Record inspection

Check DNS Records

Inspect the most common DNS record types for a domain and compare what is published with what you expect to see.

Lookup focus

Record-by-record view

Focused on record-by-record inspection when you need a more explicit DNS view.

Good for reviewing the full record set after adding or changing DNS entries.

Enter a domain like mail.example.com to inspect its DNS records.

When should you check DNS records?

You should check DNS records whenever a domain, website, mail setup, or verification flow seems off and you want to inspect the published data directly. It is especially useful when documentation gives you a record to add and you want to confirm whether that exact value is visible.

This page helps you:

Inspect the exact record groups a domain is returning right now.

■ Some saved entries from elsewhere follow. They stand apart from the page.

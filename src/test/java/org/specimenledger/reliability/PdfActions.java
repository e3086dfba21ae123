package org.specimenledger.reliability;

import java.io.IOException;
import java.io.UncheckedIOException;
import java.util.ArrayList;
import java.util.List;
import java.util.Set;
import org.apache.pdfbox.Loader;
import org.apache.pdfbox.cos.COSBase;
import org.apache.pdfbox.cos.COSDictionary;
import org.apache.pdfbox.cos.COSDocument;
import org.apache.pdfbox.cos.COSName;
import org.apache.pdfbox.cos.COSObject;
import org.apache.pdfbox.cos.COSObjectKey;
import org.apache.pdfbox.pdmodel.PDDocument;
import org.apache.pdfbox.pdmodel.PDDocumentCatalog;
import org.apache.pdfbox.pdmodel.PDPage;
import org.apache.pdfbox.pdmodel.interactive.annotation.PDAnnotation;

/**
 * What in a PDF could act when it is opened or clicked, read with PDFBox: the catalogue's open action and
 * additional actions, the JavaScript name tree, an interactive form, each page's annotations and additional
 * actions, and, in every object of the file, an action dictionary of a kind that runs script, opens a file or a
 * URL, or submits data [S: ISO 32000-1:2008 12.6.4, action types]. A certificate has none of them.
 */
final class PdfActions {

    private static final Set<String> ACTIVE = Set.of("JavaScript", "Launch", "URI", "SubmitForm", "ImportData",
            "GoToR", "GoToE", "ResetForm", "Rendition", "Movie", "Sound");

    private PdfActions() {
    }

    /** Everything active found, empty for an inert document. */
    static List<String> of(byte[] pdf) {
        List<String> out = new ArrayList<>();
        try (PDDocument document = Loader.loadPDF(pdf)) {
            PDDocumentCatalog catalog = document.getDocumentCatalog();
            COSDictionary root = catalog.getCOSObject();
            if (root.getDictionaryObject(COSName.OPEN_ACTION) != null) {
                out.add("PDF: the catalogue has an OpenAction");
            }
            if (root.getDictionaryObject(COSName.AA) != null) {
                out.add("PDF: the catalogue has additional actions");
            }
            if (catalog.getNames() != null && catalog.getNames().getJavaScript() != null) {
                out.add("PDF: the names tree has JavaScript");
            }
            if (catalog.getAcroForm() != null) {
                out.add("PDF: the document has an interactive form");
            }
            int number = 0;
            for (PDPage page : document.getPages()) {
                number++;
                for (PDAnnotation a : page.getAnnotations()) {
                    out.add("PDF: page " + number + " has a " + a.getSubtype() + " annotation");
                }
                if (page.getCOSObject().getDictionaryObject(COSName.AA) != null) {
                    out.add("PDF: page " + number + " has additional actions");
                }
            }
            COSDocument cos = document.getDocument();
            for (COSObjectKey key : cos.getXrefTable().keySet()) {
                COSObject object = cos.getObjectFromPool(key);
                COSBase value = object.getObject();
                if (value instanceof COSDictionary d) {
                    if (d.containsKey(COSName.JS) || d.containsKey(COSName.JAVA_SCRIPT)) {
                        out.add("PDF: object " + key + " holds script");
                    }
                    String kind = d.getNameAsString(COSName.S);
                    if (kind != null && ACTIVE.contains(kind)) {
                        out.add("PDF: object " + key + " is a " + kind + " action");
                    }
                }
            }
        } catch (IOException e) {
            throw new UncheckedIOException(e);
        }
        return out;
    }
}
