package org.specimenledger.reliability;

import java.sql.Connection;
import java.sql.DriverManager;
import java.sql.SQLException;
import java.util.concurrent.ThreadLocalRandom;
import org.postgresql.ds.PGSimpleDataSource;

/**
 * A fresh database for one reliability run on a PostgreSQL server given by an admin JDBC URL (the machine's
 * server named by {@code LEDGER_TEST_DB_URL}, or an embedded one), dropped at the end.
 */
final class ScratchDatabase implements AutoCloseable {

    private final String adminUrl;
    private final String name;
    private final String url;

    ScratchDatabase(String adminUrl, String prefix) {
        this.adminUrl = adminUrl;
        this.name = prefix + "_" + Long.toHexString(System.currentTimeMillis()) + "_"
                + Integer.toHexString(ThreadLocalRandom.current().nextInt(0x1000, 0xFFFF));
        execute(adminUrl, "CREATE DATABASE " + name + " ENCODING 'UTF8'");
        this.url = withDatabase(adminUrl, name);
    }

    String url() {
        return url;
    }

    PGSimpleDataSource dataSource() {
        PGSimpleDataSource ds = new PGSimpleDataSource();
        ds.setUrl(url);
        return ds;
    }

    @Override
    public void close() {
        try {
            execute(adminUrl, "DROP DATABASE IF EXISTS " + name + " WITH (FORCE)");
        } catch (RuntimeException e) {
            // the server may be gone already; nothing is left to clean then
        }
    }

    static String withDatabase(String jdbcUrl, String database) {
        int query = jdbcUrl.indexOf('?');
        String base = query < 0 ? jdbcUrl : jdbcUrl.substring(0, query);
        String params = query < 0 ? "" : jdbcUrl.substring(query);
        int slash = base.indexOf('/', "jdbc:postgresql://".length());
        return (slash < 0 ? base : base.substring(0, slash)) + "/" + database + params;
    }

    private static void execute(String jdbcUrl, String sql) {
        try (Connection c = DriverManager.getConnection(jdbcUrl); var s = c.createStatement()) {
            s.execute(sql);
        } catch (SQLException e) {
            throw new IllegalStateException("could not run '" + sql + "'", e);
        }
    }
}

Compare published values against provider setup instructions.

Spot obviously missing mail, verification, or routing records.

Why record-level visibility matters

A domain can look mostly healthy while still missing one critical record type. Maybe the A record exists but the MX records do not, or the TXT record for verification never got published correctly. Looking at each record group side by side makes those gaps easier to spot.

Helpful for email and verification work

Record inspection is especially useful when setting up email, SPF, DKIM, or domain ownership verification. Those workflows often depend on exact values rather than broad connectivity alone. This page gives you a simpler way to verify whether the right record type is visible.

How to move from DNS to the next check

If the record list looks right, the problem may be further downstream. That is the right moment to switch to ping tests, application checks, or provider-specific debugging. If the record list looks wrong, you have a much clearer reason to stay focused on DNS until the configuration is corrected.